Disturbances of the sleep cycle are among the most common disturbances associated with psychiatric disorders. The most common sleep disturbance is insomnia but oversleeping can also be an issue. Insomnia can involve falling asleep (initial insomnia), staying asleep (middle insomnia), or early morning awakening (delayed insomnia). Usually people with this problem do not feel rested when awakened and usually experience irritability, anxiety, fatigue and reduced productivity the following day. I intend to set out the current understanding of the sleep/wake cycle in this blog.
Sleep is a regularly occurring state of unconsciousness resulting from two competing internal processes. Those processes are designated homeostatic which controls the amount of sleep and circadian which controls the timing of sleep. In the homeostatic process the longer one is awake the stronger the drive to sleep. So, as a normal day progresses the homeostatic drive increases and abates when one sleeps. If one is sleep deprived, then the homeostatic process increases to become overwhelming. The circadian process is a synchronization of many bodily processes which starts with an area called the suprachiasmatic nucleus in the hypothalamus. Signals from that nucleus influence the sleep/wake cycle, hormone release, body temperature, and other physiological systems. It is the opposition of these two systems that consolidates sleep and wakefulness into discrete periods. The opposition can be thought of as similar to a teeter totter. When weight is added to one end that end falls, when weight is added to the other end or weight is taken from the original end, then the balance shifts. So the wake promoting and sleep promoting work to inhibit one another. If wake promoting activity is higher then sleep promoting is inhibited and one is awake. I sleep promoting activity is greater, then wake promoting is inhibited and one is asleep.
The neurobiology and neurophysiology underlying these competing systems is far from clear and established. It would appear sleep promoting involves GABA, galanin, and melatonin whereas wake promoting involves orexin (hypocretin), norepinephrine, histamine, serotonin, and acetylcholine. GABA is the main inhibitory neurotransmitter in the human brain. Orexin is a peptide produced by neurons in the lateral hypothalamus and tilts the balance toward wakefulness. This discovery was made in narcoleptics who are orexin deficient. GABA is driven by the homeostatic process whereas orexin is driven by the circadian process.

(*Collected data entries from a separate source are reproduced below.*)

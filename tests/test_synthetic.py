"""redact.media.synthetic: the ground truth must match where the stills' pixels really are.

Outside reference: the scikit-image stills themselves (astronaut() public domain, NASA;
camera() CC0, Lav Varshney), loaded from the installed package, and OpenCV's resize.
"""

from __future__ import annotations

from fractions import Fraction

import numpy as np
import pytest

from redact.errors import InputError
from redact.media import synthetic as syn


def _spec(actors, **kw):
    base = dict(width=320, height=240, fps=Fraction(25), seconds=1.0, actors=tuple(actors), background="hall")
    base.update(kw)
    return syn.SceneSpec(**base)


@pytest.mark.parametrize("still", ["astronaut", "camera"])
def test_person_rect_is_where_the_pasted_pixels_are(still):
    spec = _spec([syn.Actor(still, ((0.0, 150.0, 120.0, 180.0),))])
    empty = syn.render_background(spec)
    img, truth = syn.render_frame(spec, 0)
    changed = np.any(img != empty, axis=2)
    ys, xs = np.nonzero(changed)
    x0, y0, x1, y1 = truth.person_rects[0]
    # every changed pixel lies in the rectangle, and the rectangle is tight (within 2 px per side:
    # a cut-out pixel may equal the background by chance at the very edge)
    assert xs.min() >= x0 and ys.min() >= y0 and xs.max() < x1 and ys.max() < y1
    assert xs.min() - x0 <= 2 and ys.min() - y0 <= 2 and x1 - 1 - xs.max() <= 2 and y1 - 1 - ys.max() <= 2
    assert y1 - y0 == 180  # height_px is the cut-out's height
    assert truth.visible[0] and not truth.partial[0] and not truth.dimmed[0]


@pytest.mark.parametrize("still", ["astronaut", "camera"])
def test_face_rect_shows_the_stills_face(still):
    import cv2

    spec = _spec([syn.Actor(still, ((0.0, 160.0, 120.0, 200.0),))])
    img, truth = syn.render_frame(spec, 0)
    fx0, fy0, fx1, fy1 = truth.face_rects[0]
    px0, py0, px1, py1 = truth.person_rects[0]
    assert px0 <= fx0 < fx1 <= px1 and py0 <= fy0 < fy1 <= py1
    # The face crop of the rendered frame looks like the face crop of the original still
    # (normalised cross-correlation, OpenCV), and unlike another part of the still.
    still = syn.load_still(still)
    sx0, sy0, sx1, sy1 = syn.STILLS[spec.actors[0].still].face
    ref = cv2.resize(still[sy0:sy1, sx0:sx1], (int(fx1 - fx0), int(fy1 - fy0)), interpolation=cv2.INTER_AREA)
    crop = img[fy0:fy1, fx0:fx1]
    ncc = cv2.matchTemplate(crop.astype(np.float32), ref.astype(np.float32), cv2.TM_CCOEFF_NORMED).max()
    assert ncc > 0.9
    other = cv2.resize(still[400:400 + (sy1 - sy0), 300:300 + (sx1 - sx0)], ref.shape[1::-1])
    wrong = cv2.matchTemplate(crop.astype(np.float32), other.astype(np.float32), cv2.TM_CCOEFF_NORMED).max()
    assert wrong < ncc - 0.3


def test_partly_off_screen_is_clipped_and_flagged():
    spec = _spec([syn.Actor("astronaut", ((0.0, 10.0, 120.0, 160.0),))])
    img, truth = syn.render_frame(spec, 0)
    x0, y0, x1, y1 = truth.person_rects[0]
    assert x0 == 0 and x1 > 0 and truth.partial[0] and truth.visible[0]
    empty = syn.render_background(spec)
    assert np.any(img[:, 0] != empty[:, 0])  # person pixels reach the left edge


def test_absent_and_fully_off_screen_actors_are_not_visible():
    spec = _spec([syn.Actor("camera", ((0.5, 100.0, 100.0, 100.0), (1.0, 120.0, 100.0, 100.0))),
                  syn.Actor("camera", ((0.0, -500.0, 100.0, 100.0),))])
    img, truth = syn.render_frame(spec, 0)
    assert not truth.visible.any()
    assert (truth.person_rects == 0).all() and (truth.face_rects == 0).all()
    assert np.array_equal(img, syn.render_background(spec))


def test_paths_interpolate_linearly():
    a = syn.Actor("camera", ((0.0, 0.0, 100.0, 50.0), (2.0, 200.0, 100.0, 150.0)))
    assert a.at(1.0) == pytest.approx((100.0, 100.0, 100.0))
    assert a.at(2.5) is None and a.at(-0.1) is None


def test_dim_stretch_darkens_people_and_background():
    actor = syn.Actor("astronaut", ((0.0, 240.0, 120.0, 160.0),))
    lit, t1 = syn.render_frame(_spec([actor]), 0)
    dim, t2 = syn.render_frame(_spec([actor], dim_region=(160, 0, 320, 240), dim_factor=0.25), 0)
    assert t2.dimmed[0] and not t1.dimmed[0]
    ratio = dim[:, 160:].astype(float).mean() / lit[:, 160:].astype(float).mean()
    assert ratio == pytest.approx(0.25, abs=0.01)
    assert np.array_equal(dim[:, :160], lit[:, :160])


def test_crossing_clip_truth(crossing_clip):
    t = crossing_clip.truths
    assert len(t) == crossing_clip.spec.frames == 50
    assert any(tr.partial.any() for tr in t)          # someone partly off-screen
    assert any(tr.dimmed[1] for tr in t)              # the camera man passes the dim stretch
    # the two people cross: their rectangles overlap in some frame, and their order swaps
    def overlap(r, s):
        return min(r[2], s[2]) > max(r[0], s[0]) and min(r[3], s[3]) > max(r[1], s[1])
    assert any(overlap(tr.person_rects[0], tr.person_rects[1]) for tr in t)
    cx = [(tr.person_rects[:, 0] + tr.person_rects[:, 2]) / 2 for tr in t if tr.visible.all()]
    assert cx[0][0] < cx[0][1] and cx[-1][0] > cx[-1][1]


def test_rendering_is_deterministic(tmp_path):
    spec = _spec([syn.Actor("camera", ((0.0, 50.0, 120.0, 120.0), (1.0, 270.0, 120.0, 120.0)))],
                 noise=2.0, seed=3, seconds=0.4)
    a = [img for img, _ in syn.render_scene(spec)]
    b = [img for img, _ in syn.render_scene(spec)]
    assert all(np.array_equal(x, y) for x, y in zip(a, b))
    assert not np.array_equal(a[0], a[1])
    # the encoded file is byte-identical too (x264 is deterministic unless told otherwise)
    syn.write_clip(spec, tmp_path / "a.mp4")
    syn.write_clip(spec, tmp_path / "b.mp4")
    assert (tmp_path / "a.mp4").read_bytes() == (tmp_path / "b.mp4").read_bytes()


def test_bad_specs_are_refused():
    with pytest.raises(InputError):
        syn.Actor("nobody", ((0.0, 0.0, 0.0, 10.0),))
    with pytest.raises(InputError):
        syn.Actor("camera", ((1.0, 0.0, 0.0, 10.0), (0.5, 0.0, 0.0, 10.0)))
    with pytest.raises(InputError):
        _spec([], background="jungle")


def test_stills_are_the_documented_scikit_image_images():
    a, c = syn.load_still("astronaut"), syn.load_still("camera")
    assert a.shape == c.shape == (512, 512, 3) and a.dtype == np.uint8
    assert np.array_equal(c[:, :, 0], c[:, :, 2])  # camera() is grey, replicated to RGB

Since the 1960s with the advent of the benzodiazepines the clinical treatment of sleep has focused on the sleep promoting side of the equation. The drugs thus used include all the household names. Doxepin was the first agent aimed to block wakefulness rather than promote sleep. Histamine levels increase during the night which is the likely explanation for H blockers promoting sleep maintenance. With the discovery of the orexin system and its wakefulness promoting actions, a whole new approach has opened for sleep therapeutics. Antagonists that block the orexin receptors inhibit excitatory input to arousal systems and create the conditions for sleep. Such drugs are on the horizon and should be in the marketplace soon. One such drug, Suvorexant, has demonstrated efficacy at all doses and tolerability. It should be with us in months.